The most clinically useful parameter in drug therapy is clearance, because clearance reflects all the processes in the body that contribute to drug elimination. In oncology, the importance of clearance is enhanced because clearance is the only parameter that relates dose to the measured area under the concentration vs time curve (AUC), which is a useful measure of systemic drug exposure. Mathematically, clearance is defined as dose/AUC. Clearance is not a rate of drug elimination; instead it is defined as a volume of drug cleared per unit of time.
Overcoming interindividual variation in clearance is a fundamental goal of pharmacokinetic analyses. Because they tend to be highly toxic with low efficacy, anticancer drugs may have the narrowest therapeutic index of any class of agents used in clinical medicine. Thus, the ability to administer an individualized dose of drug to achieve a uniform target AUC and a uniform clinical result is often a high priority for cancer therapeutics. Because clearance defines the relationship between dose and AUC, estimating clearance prior to anticancer drug administration is extremely important. A common attempt to individualize cancer chemotherapy is to dose a drug based upon the body surface area (BSA) expressed in mg/m2 to achieve a uniform AUC in patients with different body sizes. Inherent in this approach is the fundamental assumption that clearance is strongly correlated with BSA. However, when studied formally, the relationship between clearance and BSA is often weak and does not consistently justify the routine use of this dosing approach.

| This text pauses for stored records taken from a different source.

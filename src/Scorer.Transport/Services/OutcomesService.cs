using Grpc.Core;
using Scorer.Registry;
using Scorer.Store;
using Scorer.Transport.V1;

namespace Scorer.Transport.Services;

/// <summary>How outcome reports are taken in.</summary>
public sealed record OutcomeSettings
{
    /// <summary>Which outcome is kept when a report disagrees with one already recorded. Default keep the first.</summary>
    public ConflictPolicy Conflicts { get; init; } = ConflictPolicy.KeepFirst;

    /// <summary>Reports per request message. Default 10,000.</summary>
    public int MaxPerRequest { get; init; } = 10_000;
}

/// <summary>
/// Outcomes of earlier predictions, by id or business key. Each message is checked whole before anything is recorded
/// (a bad entry refuses the message, naming it), then recorded in one transaction before the answer is sent.
/// </summary>
public sealed class OutcomesService(ModelRegistry registry, IScorerStore store, OutcomeSettings settings, ScoringLimits limits, ScorerMetrics metrics,
    TimeProvider time)
    : V1.Outcomes.OutcomesBase
{
    public override async Task<RecordOutcomesResponse> RecordOutcomes(RecordOutcomesRequest request, ServerCallContext context)
    {
        var receipt = await RecordAsync(request, context.CancellationToken).ConfigureAwait(false);
        return Answer(receipt.Accepted, receipt.Duplicates, receipt.Unknown, receipt.Conflicts);
    }

    public override async Task<RecordOutcomesResponse> RecordOutcomesStream(IAsyncStreamReader<RecordOutcomesRequest> requestStream, ServerCallContext context)
    {
        int accepted = 0, duplicates = 0, messages = 0;
        var unknown = new List<string>();
        var conflicts = new List<string>();
        await foreach (var request in requestStream.ReadAllAsync(context.CancellationToken).ConfigureAwait(false))
        {
            OutcomeReceipt receipt;
            try
            {
                receipt = await RecordAsync(request, context.CancellationToken).ConfigureAwait(false);
            }
            catch (RpcException ex) when (messages > 0)
            {
                // Each message is recorded on its own: say what the earlier ones recorded, so the caller resends only the rest.
                throw Errors.WithNote(ex, $"message {messages + 1} of the stream was refused and nothing of it or after it was recorded; "
                    + $"the {messages} before it were recorded (accepted {accepted}, duplicates {duplicates}, unknown {unknown.Count}, conflicts {conflicts.Count})");
            }

            messages++;
            accepted += receipt.Accepted;
            duplicates += receipt.Duplicates;
            unknown.AddRange(receipt.Unknown);
            conflicts.AddRange(receipt.Conflicts);
        }

        return Answer(accepted, duplicates, unknown, conflicts);
    }

    private async Task<OutcomeReceipt> RecordAsync(RecordOutcomesRequest request, CancellationToken cancellationToken)
    {
        if (string.IsNullOrEmpty(request.Model))
        {
            throw Errors.Invalid("model", "name the model");
        }

        if (registry.Current.Find(request.Model) is null)
        {
            throw Errors.NotFound("model", $"no model '{Errors.Echo(request.Model)}' is loaded");
        }

        if (request.Outcomes.Count > settings.MaxPerRequest)
        {
            throw Errors.TooMuch("outcomes", $"{request.Outcomes.Count} outcomes in one request; at most {settings.MaxPerRequest}");
        }

        var reports = new List<OutcomeReport>(request.Outcomes.Count);
        for (var i = 0; i < request.Outcomes.Count; i++)
        {
            var o = request.Outcomes[i];
            var field = $"outcomes[{i}]";
            if (o is null)
            {
                throw Errors.Invalid(field, "not an object");
            }

            var hasId = !string.IsNullOrEmpty(o.Id);
            var hasKey = !string.IsNullOrEmpty(o.Key);
            if (hasId == hasKey)
            {
                throw Errors.Invalid(field, hasId ? "gives both an id and a key; give one" : "gives neither an id nor a key");
            }

            Guid? id = null;
            if (hasId)
            {
                // Exactly as the score response wrote it: 36 characters, no braces, no spaces around it.
                if (o.Id.Length != 36 || !Guid.TryParseExact(o.Id, "D", out var parsed))
                {
                    throw Errors.Invalid(field + ".id", $"'{Errors.Echo(o.Id)}' is not a prediction id (a UUID as the score response gave it, such as "
                        + "0193a3c4-5e6f-7a8b-9c0d-1e2f3a4b5c6d, with nothing around it)");
                }

                id = parsed;
            }
            else if (o.Key.Length > limits.MaxStringLength)
            {
                throw Errors.Invalid(field + ".key", $"longer than {limits.MaxStringLength} characters, so no prediction can carry it (Scorer:Limits:MaxStringLength)");
            }
            else if (Scorer.Store.StoreRules.Unstorable(o.Key) is { } reason)
            {
                throw Errors.Invalid(field + ".key", reason);
            }

            if (!o.HasOutcome)
            {
                throw Errors.Invalid(field + ".outcome", "missing; give 1 for the event, 0 for its absence (an entry without it is never taken as 0)");
            }

            if (o.Outcome is not (0 or 1))
            {
                throw Errors.Invalid(field + ".outcome", $"{o.Outcome} is not an outcome; give 1 for the event, 0 for its absence");
            }

            DateTimeOffset? observedAt = null;
            if (o.ObservedAt is { } observed)
            {
                observedAt = observed.ToDateTimeOffset();
                if (observedAt > time.GetUtcNow().AddMinutes(5))
                {
                    throw Errors.Invalid(field + ".observedAt", $"{observedAt:O} is in the future");
                }
            }

            reports.Add(new OutcomeReport(id, hasKey ? o.Key : null, (byte)o.Outcome, observedAt));
        }

        var receipt = await store.RecordOutcomesAsync(request.Model, reports, settings.Conflicts, time.GetUtcNow(), cancellationToken).ConfigureAwait(false);
        metrics.Outcomes.WithLabels(request.Model, "accepted").Inc(receipt.Accepted);
        metrics.Outcomes.WithLabels(request.Model, "duplicate").Inc(receipt.Duplicates);
        metrics.Outcomes.WithLabels(request.Model, "unknown").Inc(receipt.Unknown.Count);
        metrics.Outcomes.WithLabels(request.Model, "conflict").Inc(receipt.Conflicts.Count);
        return receipt;
    }

    private static RecordOutcomesResponse Answer(int accepted, int duplicates, IEnumerable<string> unknown, IEnumerable<string> conflicts) => new()
    {
        Accepted = accepted,
        Duplicates = duplicates,
        Unknown = { unknown },
        Conflicts = { conflicts },
    };
}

Nonetheless, although the application of BSA-based dosing has been widely criticized, it still remains a common practice.

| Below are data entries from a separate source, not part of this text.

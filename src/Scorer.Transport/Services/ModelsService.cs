using Microsoft.AspNetCore.Authorization;
using System.Globalization;
using Google.Protobuf.WellKnownTypes;
using Grpc.Core;
using Scorer.ModelFile;
using Scorer.Application.Models;
using Scorer.Registry;
using Scorer.Store;
using Scorer.Transport.V1;

namespace Scorer.Transport.Services;

/// <summary>What is loaded, the files as loaded, stage changes (admin) and their history.</summary>
[Authorize(Policy = Roles.Score)]
public sealed class ModelsService(ModelCatalog catalog, StageChanges stages) : Models.ModelsBase
{
    public override Task<ListModelsResponse> ListModels(ListModelsRequest request, ServerCallContext context)
    {
        var snapshot = catalog.Current;
        var response = new ListModelsResponse();
        foreach (var entry in snapshot.Models.Values)
        {
            var info = new ModelInfo { Model = entry.Name, Live = entry.Live?.Version ?? "" };
            foreach (var v in entry.Versions)
            {
                var version = new V1.VersionInfo
                {
                    Version = v.Version,
                    Stage = ModelCatalog.StageName(v.Stage),
                    Link = ModelFileWriter.LinkName(v.Document.Link),
                    File = Path.GetFileName(v.File),
                    Sha256 = v.Sha256,
                    LoadedAt = Time(v.LoadedAt),
                    Terms = v.Compiled.TermCount,
                };
                version.Features.AddRange(v.Compiled.FeatureNames);
                info.Versions.Add(version);
            }

            response.Models.Add(info);
        }

        response.LoadErrors.AddRange(snapshot.Failures.Select(LoadErrorOf));

        return Task.FromResult(response);
    }

    public override Task<Struct> GetModelVersion(GetModelVersionRequest request, ServerCallContext context)
    {
        var version = catalog.Version(request.Model, request.Version);
        return Task.FromResult(Struct.Parser.ParseJson(System.Text.Encoding.UTF8.GetString(version.FileBytes.Span)));
    }

    [Authorize(Policy = Roles.Admin)]
    public override async Task<StageResponse> SetStage(SetStageRequest request, ServerCallContext context)
    {
        var changes = await stages.SetAsync(request.Model, request.Version, request.Stage, ApiKeyAuthentication.Actor(context), context.CancellationToken).ConfigureAwait(false);
        return Response(request.Model, changes);
    }

    [Authorize(Policy = Roles.Admin)]
    public override async Task<StageResponse> Rollback(RollbackRequest request, ServerCallContext context)
    {
        var changes = await stages.RollbackAsync(request.Model, ApiKeyAuthentication.Actor(context), context.CancellationToken).ConfigureAwait(false);
        return Response(request.Model, changes);
    }

    public override async Task<GetHistoryResponse> GetHistory(GetHistoryRequest request, ServerCallContext context)
    {
        var response = new GetHistoryResponse { Model = request.Model };
        response.Changes.AddRange((await stages.HistoryAsync(request.Model, context.CancellationToken).ConfigureAwait(false)).Select(Info));
        return response;
    }

    /// <summary>A file the registry could not load, as the API gives it (also in the page's overview).</summary>
    public static LoadError LoadErrorOf(LoadFailure failure)
    {
        var error = new LoadError { File = Path.GetFileName(failure.File), At = Time(failure.At), Kind = LoadFailure.KindName(failure.Kind) };
        error.Problems.AddRange(failure.Problems.Select(p => new Problem { Path = p.Path, Reason = p.Reason, Hint = p.Hint ?? "" }));
        return error;
    }

    private StageResponse Response(string model, IReadOnlyList<StageChange> changes)
    {
        var response = new StageResponse { Model = model, Live = stages.Live(model) ?? "" };
        response.Changes.AddRange(changes.Select(Info));
        return response;
    }

    private static StageChangeInfo Info(StageChange c) => new()
    {
        Version = c.Version,
        From = c.From is { } f ? ModelCatalog.StageName(f) : "",
        To = ModelCatalog.StageName(c.To),
        Actor = c.Actor,
        At = Time(c.At),
    };

    internal static string Time(DateTimeOffset t) => t.UtcDateTime.ToString("yyyy-MM-dd'T'HH:mm:ss.fff'Z'", CultureInfo.InvariantCulture);
}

Recognizing clinical situations in which drug clearance is commonly altered, such as in patients with hepatic or renal dysfunction, is important for agents that are eliminated by these routes. For example, carboplatin is extensively cleared by glomerular filtration, and its systemic AUC in plasma ultrafiltrates is strongly correlated with pharmacodynamic effects, such as thrombocytopenia. Thus, dosing strategies that estimate the glomerular filtration rate (GFR) to achieve a targeted AUC and thereby minimize excessive toxicity in individual patients have gained wide clinical acceptance. Likewise, for hepatically metabolized drugs, doses must be adjusted in patients with liver dysfunction. However, accurately assessing hepatic drug-metabolizing capacity is more difficult than estimating the GFR. Nonetheless, guidelines for dose-adjusting agents metabolized in the liver, such as doxorubicin, have been established.